DATA FOR ANALYSIS:
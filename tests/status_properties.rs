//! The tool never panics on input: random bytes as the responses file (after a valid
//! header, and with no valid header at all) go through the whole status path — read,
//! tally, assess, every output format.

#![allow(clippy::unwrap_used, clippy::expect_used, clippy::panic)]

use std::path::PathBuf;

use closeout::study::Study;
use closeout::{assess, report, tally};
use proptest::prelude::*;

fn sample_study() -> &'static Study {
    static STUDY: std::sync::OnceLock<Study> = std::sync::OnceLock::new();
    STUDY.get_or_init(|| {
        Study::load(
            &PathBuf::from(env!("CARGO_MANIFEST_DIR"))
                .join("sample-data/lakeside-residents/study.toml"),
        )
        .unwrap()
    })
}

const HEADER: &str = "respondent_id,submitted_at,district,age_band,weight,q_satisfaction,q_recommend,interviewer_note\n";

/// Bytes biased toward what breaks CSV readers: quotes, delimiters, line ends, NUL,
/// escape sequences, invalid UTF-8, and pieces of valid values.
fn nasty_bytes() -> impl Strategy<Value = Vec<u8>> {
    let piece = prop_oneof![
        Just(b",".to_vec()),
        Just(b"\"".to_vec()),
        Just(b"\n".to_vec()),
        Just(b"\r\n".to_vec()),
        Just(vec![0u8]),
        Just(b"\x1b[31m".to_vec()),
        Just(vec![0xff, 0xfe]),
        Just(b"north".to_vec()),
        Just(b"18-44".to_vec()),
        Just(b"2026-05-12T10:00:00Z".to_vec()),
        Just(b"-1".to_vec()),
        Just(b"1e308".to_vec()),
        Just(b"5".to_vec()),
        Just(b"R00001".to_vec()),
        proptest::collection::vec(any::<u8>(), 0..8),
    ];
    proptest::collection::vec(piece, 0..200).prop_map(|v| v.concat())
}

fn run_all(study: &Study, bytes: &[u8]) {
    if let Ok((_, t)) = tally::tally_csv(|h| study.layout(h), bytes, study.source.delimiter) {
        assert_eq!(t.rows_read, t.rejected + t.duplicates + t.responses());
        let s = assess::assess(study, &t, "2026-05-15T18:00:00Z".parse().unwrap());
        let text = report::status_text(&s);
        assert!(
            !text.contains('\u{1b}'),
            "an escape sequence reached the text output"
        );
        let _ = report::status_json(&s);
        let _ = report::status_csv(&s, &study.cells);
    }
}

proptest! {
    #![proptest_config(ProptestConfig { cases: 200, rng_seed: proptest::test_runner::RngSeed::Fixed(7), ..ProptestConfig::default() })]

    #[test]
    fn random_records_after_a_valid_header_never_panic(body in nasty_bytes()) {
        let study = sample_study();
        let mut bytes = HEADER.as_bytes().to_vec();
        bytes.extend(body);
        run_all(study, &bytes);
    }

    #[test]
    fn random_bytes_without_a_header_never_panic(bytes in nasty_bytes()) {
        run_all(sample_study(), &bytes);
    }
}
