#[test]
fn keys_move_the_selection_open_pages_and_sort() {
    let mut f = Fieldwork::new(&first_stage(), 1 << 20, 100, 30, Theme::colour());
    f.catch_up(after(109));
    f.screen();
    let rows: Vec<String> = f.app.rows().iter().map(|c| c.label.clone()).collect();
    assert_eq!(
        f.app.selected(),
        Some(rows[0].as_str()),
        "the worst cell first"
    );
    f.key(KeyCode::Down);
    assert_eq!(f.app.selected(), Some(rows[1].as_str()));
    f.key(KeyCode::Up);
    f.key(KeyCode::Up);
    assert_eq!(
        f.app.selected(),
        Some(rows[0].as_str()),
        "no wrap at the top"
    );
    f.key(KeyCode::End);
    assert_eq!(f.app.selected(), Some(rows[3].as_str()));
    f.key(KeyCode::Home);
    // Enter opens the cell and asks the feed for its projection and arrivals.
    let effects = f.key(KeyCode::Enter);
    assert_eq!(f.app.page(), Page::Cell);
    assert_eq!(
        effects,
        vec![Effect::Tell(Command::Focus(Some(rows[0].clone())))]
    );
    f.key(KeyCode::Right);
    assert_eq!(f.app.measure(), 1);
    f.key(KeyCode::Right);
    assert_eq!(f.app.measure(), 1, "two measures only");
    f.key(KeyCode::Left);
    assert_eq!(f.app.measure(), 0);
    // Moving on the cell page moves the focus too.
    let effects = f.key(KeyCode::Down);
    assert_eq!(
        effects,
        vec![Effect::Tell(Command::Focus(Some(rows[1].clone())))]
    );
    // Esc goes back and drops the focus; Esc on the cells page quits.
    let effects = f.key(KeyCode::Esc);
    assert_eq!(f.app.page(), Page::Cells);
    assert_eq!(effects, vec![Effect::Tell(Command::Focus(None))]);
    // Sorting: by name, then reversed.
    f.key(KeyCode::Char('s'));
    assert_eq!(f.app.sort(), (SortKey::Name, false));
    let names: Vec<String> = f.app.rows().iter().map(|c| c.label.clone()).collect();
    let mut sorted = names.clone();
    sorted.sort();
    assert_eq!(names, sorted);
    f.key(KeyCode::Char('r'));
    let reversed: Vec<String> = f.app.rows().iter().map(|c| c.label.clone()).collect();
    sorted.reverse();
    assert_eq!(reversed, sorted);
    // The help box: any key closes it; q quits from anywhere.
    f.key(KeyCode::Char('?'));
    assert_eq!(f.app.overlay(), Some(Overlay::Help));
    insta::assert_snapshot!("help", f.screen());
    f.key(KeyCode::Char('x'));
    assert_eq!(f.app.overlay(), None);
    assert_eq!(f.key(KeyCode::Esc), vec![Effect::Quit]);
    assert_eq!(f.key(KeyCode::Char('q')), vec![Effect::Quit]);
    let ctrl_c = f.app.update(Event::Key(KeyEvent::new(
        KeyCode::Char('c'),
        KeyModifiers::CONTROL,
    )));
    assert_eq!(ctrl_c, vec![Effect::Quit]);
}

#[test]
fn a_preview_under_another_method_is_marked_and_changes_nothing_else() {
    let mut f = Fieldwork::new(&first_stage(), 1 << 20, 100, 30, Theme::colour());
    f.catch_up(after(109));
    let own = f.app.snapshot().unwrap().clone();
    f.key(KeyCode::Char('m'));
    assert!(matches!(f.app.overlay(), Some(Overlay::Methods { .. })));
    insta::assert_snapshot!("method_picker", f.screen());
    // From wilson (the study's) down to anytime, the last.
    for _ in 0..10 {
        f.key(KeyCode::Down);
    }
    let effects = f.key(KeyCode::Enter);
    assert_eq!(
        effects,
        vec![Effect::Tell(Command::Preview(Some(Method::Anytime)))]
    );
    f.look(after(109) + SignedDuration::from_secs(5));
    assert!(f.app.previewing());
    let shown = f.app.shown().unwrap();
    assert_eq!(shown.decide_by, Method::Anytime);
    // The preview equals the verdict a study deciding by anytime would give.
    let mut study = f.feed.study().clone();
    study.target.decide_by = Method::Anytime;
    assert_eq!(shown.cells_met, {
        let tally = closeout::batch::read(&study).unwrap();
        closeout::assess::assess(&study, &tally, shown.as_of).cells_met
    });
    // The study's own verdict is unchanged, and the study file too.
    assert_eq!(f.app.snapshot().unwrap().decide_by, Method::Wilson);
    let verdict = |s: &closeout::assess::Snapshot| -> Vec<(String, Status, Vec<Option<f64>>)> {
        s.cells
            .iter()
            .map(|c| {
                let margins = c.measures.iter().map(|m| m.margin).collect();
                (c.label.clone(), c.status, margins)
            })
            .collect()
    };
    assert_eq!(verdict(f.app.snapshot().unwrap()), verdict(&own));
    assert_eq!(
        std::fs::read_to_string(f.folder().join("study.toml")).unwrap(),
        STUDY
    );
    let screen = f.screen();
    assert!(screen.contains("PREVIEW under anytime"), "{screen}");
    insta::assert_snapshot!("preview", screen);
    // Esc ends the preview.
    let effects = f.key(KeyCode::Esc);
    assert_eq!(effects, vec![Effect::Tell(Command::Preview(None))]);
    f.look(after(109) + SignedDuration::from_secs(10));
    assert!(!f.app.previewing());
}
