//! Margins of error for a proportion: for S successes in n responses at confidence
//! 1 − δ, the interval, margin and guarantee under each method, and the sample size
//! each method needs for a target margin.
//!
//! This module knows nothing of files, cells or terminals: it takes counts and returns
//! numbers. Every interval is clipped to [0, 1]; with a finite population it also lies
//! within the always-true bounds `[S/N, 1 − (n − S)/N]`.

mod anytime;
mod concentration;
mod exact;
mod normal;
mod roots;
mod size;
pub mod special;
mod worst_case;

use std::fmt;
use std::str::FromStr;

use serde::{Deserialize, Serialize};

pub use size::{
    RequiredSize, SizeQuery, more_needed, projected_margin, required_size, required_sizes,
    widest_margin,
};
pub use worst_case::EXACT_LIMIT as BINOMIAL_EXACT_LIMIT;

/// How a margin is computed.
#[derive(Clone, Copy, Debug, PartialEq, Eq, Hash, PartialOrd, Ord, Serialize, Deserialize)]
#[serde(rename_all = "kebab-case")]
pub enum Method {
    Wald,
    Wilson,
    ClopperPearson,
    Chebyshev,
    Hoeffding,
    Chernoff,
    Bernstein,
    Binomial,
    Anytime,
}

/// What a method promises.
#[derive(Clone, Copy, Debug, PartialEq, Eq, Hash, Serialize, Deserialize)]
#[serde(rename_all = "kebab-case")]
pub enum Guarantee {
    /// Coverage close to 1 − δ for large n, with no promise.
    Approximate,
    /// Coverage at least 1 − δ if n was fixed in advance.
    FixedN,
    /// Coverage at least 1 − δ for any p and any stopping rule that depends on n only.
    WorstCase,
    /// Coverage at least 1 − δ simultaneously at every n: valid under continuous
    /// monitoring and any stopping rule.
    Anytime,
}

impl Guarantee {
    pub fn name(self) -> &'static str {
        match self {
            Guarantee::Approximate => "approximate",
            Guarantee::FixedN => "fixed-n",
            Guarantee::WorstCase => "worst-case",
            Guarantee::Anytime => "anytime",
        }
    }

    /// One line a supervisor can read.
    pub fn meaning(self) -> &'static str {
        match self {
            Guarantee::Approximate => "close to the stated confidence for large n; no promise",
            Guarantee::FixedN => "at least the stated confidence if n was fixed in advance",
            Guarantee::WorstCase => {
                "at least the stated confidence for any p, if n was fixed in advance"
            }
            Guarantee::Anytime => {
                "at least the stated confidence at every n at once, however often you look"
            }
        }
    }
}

DESCRIPTION OF THE TASK: Leave out every line above except those from the line with "fn run_all(study: &Study, bytes: &[u8])" up to and including the line with "fn random_records_after_a_valid_header_never_panic(body in", and copy those exactly.

TASK RESPONSE:
fn run_all(study: &Study, bytes: &[u8]) {
    if let Ok((_, t)) = tally::tally_csv(|h| study.layout(h), bytes, study.source.delimiter) {
        assert_eq!(t.rows_read, t.rejected + t.duplicates + t.responses());
        let s = assess::assess(study, &t, "2026-05-15T18:00:00Z".parse().unwrap());
        let text = report::status_text(&s);
        assert!(
            !text.contains('\u{1b}'),
            "an escape sequence reached the text output"
        );
        let _ = report::status_json(&s);
        let _ = report::status_csv(&s, &study.cells);
    }
}

proptest! {
    #![proptest_config(ProptestConfig { cases: 200, rng_seed: proptest::test_runner::RngSeed::Fixed(7), ..ProptestConfig::default() })]

    #[test]
    fn random_records_after_a_valid_header_never_panic(body in nasty_bytes()) {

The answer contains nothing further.